• **PROBLEM**
An exact restatement of the records below is expected.

EXERCISE MATERIALS START

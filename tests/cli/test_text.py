"""What people read: plain, narrow, complete enough."""

from __future__ import annotations

import re

import pytest

from acsolve.cli.group import COMMANDS
from acsolve.report.formula import fraction
from tests.cli.runner import CIRCUITS, acsolve, circuit


@pytest.mark.parametrize("command", COMMANDS)
def test_help_is_narrow_and_names_every_option(command):
    """Each command's help fits 80 columns and starts with how it is called."""
    found = acsolve(command, "--help")
    assert found.status == 0
    assert found.out.startswith(f"acsolve {command} FILE [options]\n")
    assert max(map(len, found.out.splitlines())) <= 80
    assert "--json" in found.out


def test_program_help_lists_every_command():
    """Without a command, or with --help, the commands are listed."""
    found = acsolve("--help")
    assert found.status == 0
    assert all(f"\n  {name} " in found.out for name in COMMANDS)
    assert acsolve().out == found.out
    assert max(map(len, found.out.splitlines())) <= 80


def test_version():
    """--version names the program and its version."""
    import acsolve as door

    assert acsolve("--version").out == f"acsolve {door.__version__}\n"


@pytest.mark.parametrize(
    ("command", "name"),
    [
        ("transfer", "level_float"),
        ("transfer", "five_sections"),
        ("transfer", "sill_heat"),
        ("transfer", "swell_filter"),
        ("impedance", "clock_crystal"),
        ("cutoff", "hum_notch"),
        ("cutoff", "strain_antialias"),
        ("sweep", "mast_cable"),
        ("check", "hydrophone_lowpass"),
        ("equations", "strain_bridge"),
        ("equations", "five_sections"),
    ],
)
def test_text_is_plain_and_narrow(command, name):
    """No control codes, no trailing blanks, 80 columns; in a pipe a formula is one line."""
    found = acsolve(command, circuit(name))
    assert found.status == 0, found.err
    for line in found.out.splitlines():
        assert "\x1b" not in line
        assert "\t" not in line
        assert line == line.rstrip()
        one_line = re.match(r"[A-Z]\w*\(s\) = ", line)  # of a formula, for other programs
        assert len(line) <= 80 or one_line


def test_transfer_says_what_a_reader_needs():
    """Title, question, closed form, limits, standard form, poles and the check are there."""
    text = acsolve("transfer", circuit("level_lowpass")).out
    for part in (
        "Level low-pass",
        "voltage ratio from (in, gnd) to (out, gnd)",
        "H(s) = 1/(1 + 0.0214*s + 0.000251878*s^2)",
        "low-pass, second order",
        "10.0282 Hz",
        "Q = 0.74162",
        "independent numeric solution",
    ):
        assert part in text


def test_long_closed_form_is_cut_and_says_so():
    """A closed form beyond 40 terms is shown in part, with the way to the whole of it."""
    text = acsolve("transfer", circuit("five_sections")).out
    assert "… 9 more" in text
    assert "90 terms; --json" in text


def test_long_sweep_is_thinned():
    """A sweep beyond a screen is thinned evenly, and says how many points there are."""
    text = acsolve("sweep", circuit("level_float"), "--points", "500").out
    assert "40 of 500 points" in text
    assert len(text.splitlines()) < 50


def test_cutoff_names_its_closed_form_with_the_files_own_names(tmp_path):
    """Names that other programs cannot read are shown to people as the file has them."""
    file = tmp_path / "copies.circuit"
    file.write_text(
        "block section(a, b)\n  a -- R -- b -- C -- gnd\n  R = 1k\n  C = 1n\nend\n"
        "in -- N1 : section() -- out\nask cutoff from in to out\n"
    )
    assert "w = 1/(N1.R*N1.C)" in acsolve("cutoff", file).out
    (answer,) = acsolve("cutoff", file, "--json").answers
    assert answer["cutoffs"][0]["closed_form"] == "1/(N1_R*N1_C)"
    assert answer["symbols"] == {"N1_R": "N1.R", "N1_C": "N1.C"}


@pytest.mark.parametrize("file", sorted(CIRCUITS.glob("*.circuit")), ids=lambda path: path.stem)
def test_every_demonstration_circuit_answers_its_own_questions(file):
    """No demonstration circuit fails at a question that it asks itself."""
    text = file.read_text()
    for command in ("transfer", "impedance", "cutoff", "sweep"):
        if f"\nask {command}" in text:
            found = acsolve(command, file)
            assert found.status == 0, found.err
    assert acsolve("check", file).status == 0


def test_a_terminal_shows_fractions_with_their_bar():
    """Where the terminal is wide enough; else wrapped, and one line for a pipe."""
    assert fraction("H(s) = ", "R2", "R1 + R2", 80) == [
        "           R2",
        "H(s) = ---------",
        "        R1 + R2",
    ]
    assert fraction("H(s) = ", "R2", "R1 + R2", None) == ["H(s) = R2/(R1 + R2)"]
    assert fraction("H(s) = ", "a + b", "c + d", 13) == [
        "H(s) = (a",
        "       + b)",
        "     / (c",
        "       + d)",
    ]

EXERCISE MATERIALS END

• **RESULT FOR THIS EXERCISE**
filename tests/cli/test_text.py
"""What people read: plain, narrow, complete enough."""

from __future__ import annotations

import re

import pytest

from acsolve.cli.group import COMMANDS
from acsolve.report.formula import fraction
from tests.cli.runner import CIRCUITS, acsolve, circuit


@pytest.mark.parametrize("command", COMMANDS)
def test_help_is_narrow_and_names_every_option(command):
    """Each command's help fits 80 columns and starts with how it is called."""
    found = acsolve(command, "--help")
    assert found.status == 0
    assert found.out.startswith(f"acsolve {command} FILE [options]\n")
    assert max(map(len, found.out.splitlines())) <= 80
    assert "--json" in found.out


def test_program_help_lists_every_command():
    """Without a command, or with --help, the commands are listed."""
    found = acsolve("--help")
    assert found.status == 0
    assert all(f"\n  {name} " in found.out for name in COMMANDS)
    assert acsolve().out == found.out
    assert max(map(len, found.out.splitlines())) <= 80


def test_version():
    """--version names the program and its version."""
    import acsolve as door

    assert acsolve("--version").out == f"acsolve {door.__version__}\n"


@pytest.mark.parametrize(
    ("command", "name"),
    [
        ("transfer", "level_float"),
        ("transfer", "five_sections"),
        ("transfer", "sill_heat"),
        ("transfer", "swell_filter"),
        ("impedance", "clock_crystal"),
        ("cutoff", "hum_notch"),
        ("cutoff", "strain_antialias"),
        ("sweep", "mast_cable"),
        ("check", "hydrophone_lowpass"),
        ("equations", "strain_bridge"),
        ("equations", "five_sections"),
    ],
)
def test_text_is_plain_and_narrow(command, name):
    """No control codes, no trailing blanks, 80 columns; in a pipe a formula is one line."""
    found = acsolve(command, circuit(name))
    assert found.status == 0, found.err
    for line in found.out.splitlines():
        assert "\x1b" not in line
        assert "\t" not in line
        assert line == line.rstrip()
        one_line = re.match(r"[A-Z]\w*\(s\) = ", line)  # of a formula, for other programs
        assert len(line) <= 80 or one_line


def test_transfer_says_what_a_reader_needs():
    """Title, question, closed form, limits, standard form, poles and the check are there."""
    text = acsolve("transfer", circuit("level_lowpass")).out
    for part in (
        "Level low-pass",
        "voltage ratio from (in, gnd) to (out, gnd)",
        "H(s) = 1/(1 + 0.0214*s + 0.000251878*s^2)",
        "low-pass, second order",
        "10.0282 Hz",
        "Q = 0.74162",
        "independent numeric solution",
    ):
        assert part in text


def test_long_closed_form_is_cut_and_says_so():
    """A closed form beyond 40 terms is shown in part, with the way to the whole of it."""
    text = acsolve("transfer", circuit("five_sections")).out
    assert "… 9 more" in text
    assert "90 terms; --json" in text


def test_long_sweep_is_thinned():
    """A sweep beyond a screen is thinned evenly, and says how many points there are."""
    text = acsolve("sweep", circuit("level_float"), "--points", "500").out
    assert "40 of 500 points" in text
    assert len(text.splitlines()) < 50


def test_cutoff_names_its_closed_form_with_the_files_own_names(tmp_path):
    """Names that other programs cannot read are shown to people as the file has them."""
    file = tmp_path / "copies.circuit"
    file.write_text(
        "block section(a, b)\n  a -- R -- b -- C -- gnd\n  R = 1k\n  C = 1n\nend\n"
        "in -- N1 : section() -- out\nask cutoff from in to out\n"
    )
    assert "w = 1/(N1.R*N1.C)" in acsolve("cutoff", file).out
    (answer,) = acsolve("cutoff", file, "--json").answers
    assert answer["cutoffs"][0]["closed_form"] == "1/(N1_R*N1_C)"
    assert answer["symbols"] == {"N1_R": "N1.R", "N1_C": "N1.C"}


@pytest.mark.parametrize("file", sorted(CIRCUITS.glob("*.circuit")), ids=lambda path: path.stem)
def test_every_demonstration_circuit_answers_its_own_questions(file):
    """No demonstration circuit fails at a question that it asks itself."""
    text = file.read_text()
    for command in ("transfer", "impedance", "cutoff", "sweep"):
        if f"\nask {command}" in text:
            found = acsolve(command, file)
            assert found.status == 0, found.err
    assert acsolve("check", file).status == 0


def test_a_terminal_shows_fractions_with_their_bar():
    """Where the terminal is wide enough; else wrapped, and one line for a pipe."""
    assert fraction("H(s) = ", "R2", "R1 + R2", 80) == [
        "           R2",
        "H(s) = ---------",
        "        R1 + R2",
    ]
    assert fraction("H(s) = ", "R2", "R1 + R2", None) == ["H(s) = R2/(R1 + R2)"]
    assert fraction("H(s) = ", "a + b", "c + d", 13) == [
        "H(s) = (a",
        "       + b)",
        "     / (c",
        "       + d)",
    ]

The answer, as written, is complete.